• Work instruction: Go through the data below and copy each line where the word "strings" occurs.

Stored data:
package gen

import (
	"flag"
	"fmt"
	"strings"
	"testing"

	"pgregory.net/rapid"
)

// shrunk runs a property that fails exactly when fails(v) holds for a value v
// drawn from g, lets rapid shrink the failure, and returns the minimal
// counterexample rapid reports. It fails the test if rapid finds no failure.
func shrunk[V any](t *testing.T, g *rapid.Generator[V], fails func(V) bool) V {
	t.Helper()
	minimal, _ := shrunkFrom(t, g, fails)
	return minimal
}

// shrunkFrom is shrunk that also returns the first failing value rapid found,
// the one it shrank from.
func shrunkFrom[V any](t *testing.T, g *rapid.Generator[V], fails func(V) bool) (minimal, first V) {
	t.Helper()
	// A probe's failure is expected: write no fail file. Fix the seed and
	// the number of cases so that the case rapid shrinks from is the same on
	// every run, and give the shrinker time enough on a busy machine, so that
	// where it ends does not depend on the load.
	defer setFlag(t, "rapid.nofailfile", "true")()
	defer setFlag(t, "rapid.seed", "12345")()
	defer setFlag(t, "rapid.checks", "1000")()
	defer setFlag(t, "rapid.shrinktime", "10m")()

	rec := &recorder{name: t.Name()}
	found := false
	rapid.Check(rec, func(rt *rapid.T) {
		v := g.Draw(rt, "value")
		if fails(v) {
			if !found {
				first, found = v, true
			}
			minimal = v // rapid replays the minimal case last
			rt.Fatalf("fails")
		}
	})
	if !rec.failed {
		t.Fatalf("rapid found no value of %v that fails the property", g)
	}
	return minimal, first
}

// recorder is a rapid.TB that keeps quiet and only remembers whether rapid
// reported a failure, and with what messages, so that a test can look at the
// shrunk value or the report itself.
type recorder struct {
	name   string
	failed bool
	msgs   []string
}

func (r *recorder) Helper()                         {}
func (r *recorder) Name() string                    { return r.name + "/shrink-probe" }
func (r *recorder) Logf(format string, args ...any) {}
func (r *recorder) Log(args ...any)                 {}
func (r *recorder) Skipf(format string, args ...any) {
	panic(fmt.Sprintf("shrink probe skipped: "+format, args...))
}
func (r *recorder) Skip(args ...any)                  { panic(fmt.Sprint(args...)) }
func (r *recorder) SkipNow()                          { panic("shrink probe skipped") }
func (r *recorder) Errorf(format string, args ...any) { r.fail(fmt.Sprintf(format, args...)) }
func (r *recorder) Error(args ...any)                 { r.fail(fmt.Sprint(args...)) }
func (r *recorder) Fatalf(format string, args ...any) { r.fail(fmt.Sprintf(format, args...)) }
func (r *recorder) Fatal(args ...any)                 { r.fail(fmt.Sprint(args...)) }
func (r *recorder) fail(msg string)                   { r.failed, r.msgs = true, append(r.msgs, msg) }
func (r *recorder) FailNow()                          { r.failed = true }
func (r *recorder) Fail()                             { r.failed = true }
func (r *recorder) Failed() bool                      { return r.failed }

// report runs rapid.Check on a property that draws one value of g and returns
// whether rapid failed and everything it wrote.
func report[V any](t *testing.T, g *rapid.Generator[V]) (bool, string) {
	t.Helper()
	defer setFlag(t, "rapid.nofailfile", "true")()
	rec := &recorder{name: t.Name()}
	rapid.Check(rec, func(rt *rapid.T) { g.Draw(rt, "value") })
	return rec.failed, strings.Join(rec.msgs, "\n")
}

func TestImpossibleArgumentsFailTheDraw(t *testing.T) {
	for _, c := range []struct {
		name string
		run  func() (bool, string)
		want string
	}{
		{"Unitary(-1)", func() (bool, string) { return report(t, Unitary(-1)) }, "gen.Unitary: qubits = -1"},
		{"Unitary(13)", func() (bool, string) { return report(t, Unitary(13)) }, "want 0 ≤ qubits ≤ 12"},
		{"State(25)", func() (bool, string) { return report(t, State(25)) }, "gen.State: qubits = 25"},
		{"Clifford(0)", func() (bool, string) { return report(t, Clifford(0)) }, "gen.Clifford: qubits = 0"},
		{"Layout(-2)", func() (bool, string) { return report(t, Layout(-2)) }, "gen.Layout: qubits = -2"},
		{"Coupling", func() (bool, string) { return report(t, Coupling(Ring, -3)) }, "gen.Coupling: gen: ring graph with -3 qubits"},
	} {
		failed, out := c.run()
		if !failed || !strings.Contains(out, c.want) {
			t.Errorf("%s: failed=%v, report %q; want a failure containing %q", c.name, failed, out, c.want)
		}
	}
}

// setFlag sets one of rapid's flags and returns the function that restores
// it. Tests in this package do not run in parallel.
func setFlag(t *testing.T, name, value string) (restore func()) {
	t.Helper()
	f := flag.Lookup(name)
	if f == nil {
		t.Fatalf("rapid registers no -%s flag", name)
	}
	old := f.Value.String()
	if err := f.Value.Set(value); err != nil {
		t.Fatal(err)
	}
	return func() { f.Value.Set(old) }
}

• Solved problem:
	"strings"
	return rec.failed, strings.Join(rec.msgs, "\n")
		if !failed || !strings.Contains(out, c.want) {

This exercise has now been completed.